Question

How much work is done when a \(75-\mathrm{kg}\) person climbs a flight of stairs \(10 \mathrm{~m}\) high at constant speed? a) \(7.35 \cdot 10^{5}\) J c) 75 e) 7350 J b) 750 J d) 7500 J

Short answer

a) \(7.35 \cdot 10^{5}\) J c) 75 J e) 7350 J b) 750 J d) 7500 J

Step-by-step solution

Identify the Mass and Height

Given in the problem, we know that the mass of the person (m) is \(75 \mathrm{kg}\), and the height of the stairs (h) is \(10\mathrm{~m}\).

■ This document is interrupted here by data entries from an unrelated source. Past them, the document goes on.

References
----------
.. [1] Tarjan, R. E. (1975). Efficiency of a good but not linear set union
   algorithm. Journal of the ACM 22(2), 215-225 (union-find; the clusters are
   the connected components of the links).
.. [2] Bentley, J. L. (1975). Multidimensional binary search trees used for
   associative searching. Communications of the ACM 18(9), 509-517 (k-d tree).
"""

from __future__ import annotations

from typing import Callable

import numpy as np
import pandas as pd
from pyproj import CRS

from .geodesy import geodesic_lengths
from .gridhash import box_pairs
from .issues import IssueLog
from .table import NOISE_M, LineTable, metres, union_find_labels

__all__ = ["join_ends"]


def _report_cluster(tab: LineTable, exy: np.ndarray, e0: int, place_xy: np.ndarray, span: float, nends: int,
                    issues: IssueLog) -> None:
    """One ``gap_joined`` for a cluster whose farthest end ``e0`` moved ``span`` metres to ``place_xy``."""
    nl = tab.nlines
    l0 = e0 % nl
    # pulled back along its own line: the junction lies on the end's last segment
    adj = tab.xy[tab.first[l0] + 1] if e0 < nl else tab.xy[tab.last[l0] - 1]
    end = exy[e0]
    d = adj - end
    t = float(np.clip(np.dot(place_xy - end, d) / max(np.dot(d, d), 1e-18), 0, 1))
    back = t > 0 and np.hypot(*(end + t * d - place_xy)) < NOISE_M
    what = (f"overshoot of {metres(span)} past a junction of {nends} line ends pulled back" if back else
            f"gap of {metres(span)} between {nends} line ends joined")
    issues.add("gap_joined", place_xy[0], place_xy[1], what, tab.label[l0], tab.fid[l0])


def _cluster_ends(tab: LineTable, snap_m: float, idx: np.ndarray, exy: np.ndarray, end_target: np.ndarray,
                  issues: IssueLog) -> tuple[np.ndarray, np.ndarray]:
    """Step 1: join the active ends ``idx`` to each other.

    Sets ``end_target`` of the ends ``idx``; never joins the two ends of one
    line to each other alone (a closed line is not a junction).

    Returns
    -------
    joined : ndarray of bool, shape (2 * nlines,)
        Ends that meet another end.
    cluster : ndarray of int64, shape (2 * nlines,)
        Cluster of each joined end (its representative place); -1 elsewhere.
    """
    nl = tab.nlines
    eline = tab.end_lines()
    emode = tab.mode[eline]
    joined = np.zeros(2 * nl, bool)
    pinv_all, pcount, pxy, pairs = tab.places(snap_m)
    pinv = pinv_all[idx]
    npl = len(pcount)
    pfirst = np.full(npl, 2 * nl, np.int64)
    np.minimum.at(pfirst, pinv_all, np.arange(2 * nl))
    pmode, pline = emode[pfirst], eline[pfirst]
    i, j = (pairs[:, 0], pairs[:, 1]) if len(pairs) else (np.zeros(0, np.int64), np.zeros(0, np.int64))
    ok = (pmode[i] == pmode[j]) & ~((pcount[i] == 1) & (pcount[j] == 1) & (pline[i] == pline[j]))
    plab = union_find_labels(npl, i[ok], j[ok])
    # representative place of each cluster: the most shared, ties -> first seen
    order = np.lexsort((pfirst, -pcount, plab))
    first_of = np.ones(npl, bool)
    first_of[1:] = plab[order][1:] != plab[order][:-1]
    rep = np.empty(plab.max() + 1, np.int64)
    rep[plab[order][first_of]] = order[first_of]
    target_place = rep[plab]                       # place -> representative place
    csize = np.bincount(plab)
    multi = (csize[plab[pinv]] > 1) | (pcount[pinv] > 1)
    joined[idx[multi]] = True
    cluster = np.full(2 * nl, -1, np.int64)
    cluster[idx[multi]] = target_place[pinv[multi]]
    end_target[idx] = pxy[target_place[pinv]]
    moved_place = np.nonzero(target_place != np.arange(npl))[0]
    if len(moved_place):
        moves_p = np.hypot(*(pxy[moved_place] - pxy[target_place[moved_place]]).T)
        span = np.zeros(npl)
        np.maximum.at(span, target_place[moved_place], moves_p)
        worst = np.full(npl, -1, np.int64)
        o = np.argsort(-moves_p, kind="stable")
        worst[target_place[moved_place][o][::-1]] = moved_place[o][::-1]
        nends = np.bincount(plab, weights=pcount)
        for rp in np.nonzero(span >= NOISE_M)[0]:
            _report_cluster(tab, exy, int(pfirst[worst[rp]]), pxy[rp], float(span[rp]), int(nends[plab[rp]]),
                            issues)
    return joined, cluster


def _drop_crossings_near_joined_ends(tab: LineTable, ends: np.ndarray, exy: np.ndarray, snap_m: float) -> None:
    """Step 2: drop crossing vertices within ``snap_m`` of a joined end of their own line, on both lines.

    ``ends`` are the joined ends and ``exy`` the ends' coordinates before
    they move.  Every crossing vertex at such a place (to 1 mm) is dropped,
    on whichever line it lies.
    """
    k = tab.n_crossing_events
    if k == 0 or len(ends) == 0:
        return
    line, _, ex, ey = tab.new.head(k)
    m = pd.DataFrame({"line": line, "ev": np.arange(k)}).merge(
        pd.DataFrame({"line": tab.end_lines()[ends], "end": ends}), on="line")
    if len(m) == 0:
        return
    evi, eni = m["ev"].to_numpy(), m["end"].to_numpy()
    near = np.hypot(ex[evi] - exy[eni, 0], ey[evi] - exy[eni, 1]) <= snap_m
    if not near.any():
        return
    key = np.column_stack([np.round(ex / NOISE_M), np.round(ey / NOISE_M)]).astype(np.int64)
    _, kid = np.unique(key, axis=0, return_inverse=True)
    kid = kid.ravel()
    tab.drop_crossings(np.isin(kid, np.unique(kid[evi[near]])))


def _drop_join_crossings(tab: LineTable, cluster: np.ndarray, snapped: list[tuple[np.ndarray, int]]) -> None:
    """Step 4: drop crossings between end segments joined at one place, or an end segment and its target.

    ``cluster`` is the cluster of each joined end (-1 elsewhere) and
    ``snapped`` lists (ends, first row of the target segment) for each
    anchor moved onto a line.
    """
    k = tab.n_crossing_events
    if k == 0:
        return
    own, other = tab.cross_row, tab.cross_partner_row
    nrows = len(tab.xy)
    nl = tab.nlines
    # cluster of the start and finish end whose terminal segment starts at each row (-1: none)
    by_row = np.full((2, nrows), -1, np.int64)
    jn = np.nonzero(cluster >= 0)[0]
    by_row[(jn >= nl).astype(int), tab.terminal_row(jn)] = cluster[jn]
    drop = np.zeros(k, bool)
    ok = other >= 0
    for a in range(2):
        for b in range(2):
            ca, cb = by_row[a, own], by_row[b, np.maximum(other, 0)]
            drop |= ok & (ca >= 0) & (ca == cb)
    if snapped:
        ends = np.concatenate([e for e, _ in snapped])
        target = np.concatenate([np.full(len(e), r, np.int64) for e, r in snapped])
        keys = np.unique(np.concatenate([tab.terminal_row(ends) * nrows + target,
                                         target * nrows + tab.terminal_row(ends)]))
        drop |= ok & np.isin(own * nrows + other, keys)
    if drop.any():
        tab.drop_crossings(drop)


def _nearest_on_segments(tab: LineTable, snap_m: float, pts: np.ndarray, pmode: np.ndarray,
                         pline_ok: Callable[[np.ndarray, np.ndarray], np.ndarray]) -> tuple[np.ndarray, ...]:
    """For each point, the nearest live segment of its mode within ``snap_m`` (distance <= ``snap_m``).

    ``pline_ok(pi, lines)`` says which (point, segment line) candidates are
    allowed.  Returns, for the points that have one: the point index, the
    segment index (into ``tab.seg``), the parameter along the segment, the
    nearest point and whether an end vertex of the segment (0 or 1) lies
    within ``snap_m`` of the point and is preferred (-1: none).
    """
    seg = tab.seg
    sl = tab.vline[seg]
    pbox = np.column_stack([pts - snap_m, pts + snap_m])
    a_, b_ = tab.xy[seg], tab.xy[seg + 1]
    pi, si = box_pairs(pbox, np.column_stack([np.minimum(a_, b_), np.maximum(a_, b_)]))
    ok = (pmode[pi] == tab.mode[sl[si]]) & pline_ok(pi, sl[si]) & ~tab.deleted[seg[si]] & ~tab.deleted[seg[si] + 1]
    pi, si = pi[ok], si[ok]
    ex, ey = pts[pi, 0], pts[pi, 1]
    ax, ay = tab.xy[seg[si], 0], tab.xy[seg[si], 1]
    bx, by = tab.xy[seg[si] + 1, 0], tab.xy[seg[si] + 1, 1]
    dx, dy = bx - ax, by - ay
    L2 = np.maximum(dx * dx + dy * dy, 1e-18)
    tt = np.clip(((ex - ax) * dx + (ey - ay) * dy) / L2, 0, 1)
    qx, qy = ax + tt * dx, ay + tt * dy
    dist = np.hypot(ex - qx, ey - qy)
    within = dist <= snap_m
    pi, si, ex, ey, ax, ay, bx, by, tt, qx, qy, dist = (
        v[within] for v in (pi, si, ex, ey, ax, ay, bx, by, tt, qx, qy, dist))
    # prefer an existing vertex of the target within the tolerance of the end
    da, db = np.hypot(ex - ax, ey - ay), np.hypot(ex - bx, ey - by)
    use_a = (da <= snap_m) & (da <= db)
    use_b = (db <= snap_m) & ~use_a
    vertex = np.where(use_a, 0, np.where(use_b, 1, -1))
    order = np.lexsort((dist, pi))
    first = np.ones(len(order), bool)
    first[1:] = pi[order][1:] != pi[order][:-1]
    k = order[first]
    return pi[k], si[k], tt[k], np.column_stack([qx[k], qy[k]]), vertex[k]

Calculate the Force Exerted

To calculate the force exerted, we use the formula for gravitational force, \(F = mg\). Here, \(g = 9.81 \mathrm{m/s^2}\) is the gravitational acceleration. So, \(F = (75 \mathrm{kg})(9.81 \mathrm{m/s^2})\). Calculate this product to get the force exerted in climbing the stairs.

Calculate Work Done

Now, we know the distance is equal to the height of the stairs, \(d = h = 10\mathrm{~ m}\). We can calculate the work done (W) using the formula \(W = Fd\): \(W = F \times d\). Using the values obtained in Step 2 and the height of the stairs, calculate the work done.

Choose the Correct Answer

Compare the calculated work done value from Step 3 to the options given in the exercise: a) \(7.35 \cdot 10^{5}\) J c) 75 J e) 7350 J b) 750 J d) 7500 J Determine which option matches the calculated value for the work done while climbing the stairs.

Key concepts

Work Done

When we talk about work done in physics, we're referring to how much energy is transferred when an object is moved over a distance by a force. In our exercise, the person is climbing stairs, and the work done is the energy required to lift their body up to a certain height. This is calculated using the formula:

• The formula is: \[ W = F \times d \] where
  • \(W\) is the work done,
  • \(F\) is the force exerted,
  • \(d\) is the distance over which the force is applied, which is the height of the stairs in this case.

For our problem, once we know the force (calculated through gravitational force), multiply it by the stair height to get the work done. This measurement is in Joules (J), which is the standard unit of work or energy in physics. Understanding this process helps in identifying how energy is used in everyday actions like walking up stairs.

Gravitational Force

Gravitational force is the force of attraction between two masses. On Earth, this is the force that keeps us grounded and impacts how we calculate several physics problems, including our stair-climbing example. For the person climbing the stairs, gravitational force is crucial for determining the force required to do the work.To calculate the gravitational force (\[ F = mg \]), we multiply:

• \(m\) — the mass of the person, here it's 75 kg.
• \(g\) — the acceleration due to gravity, approx. 9.81 m/s² on Earth.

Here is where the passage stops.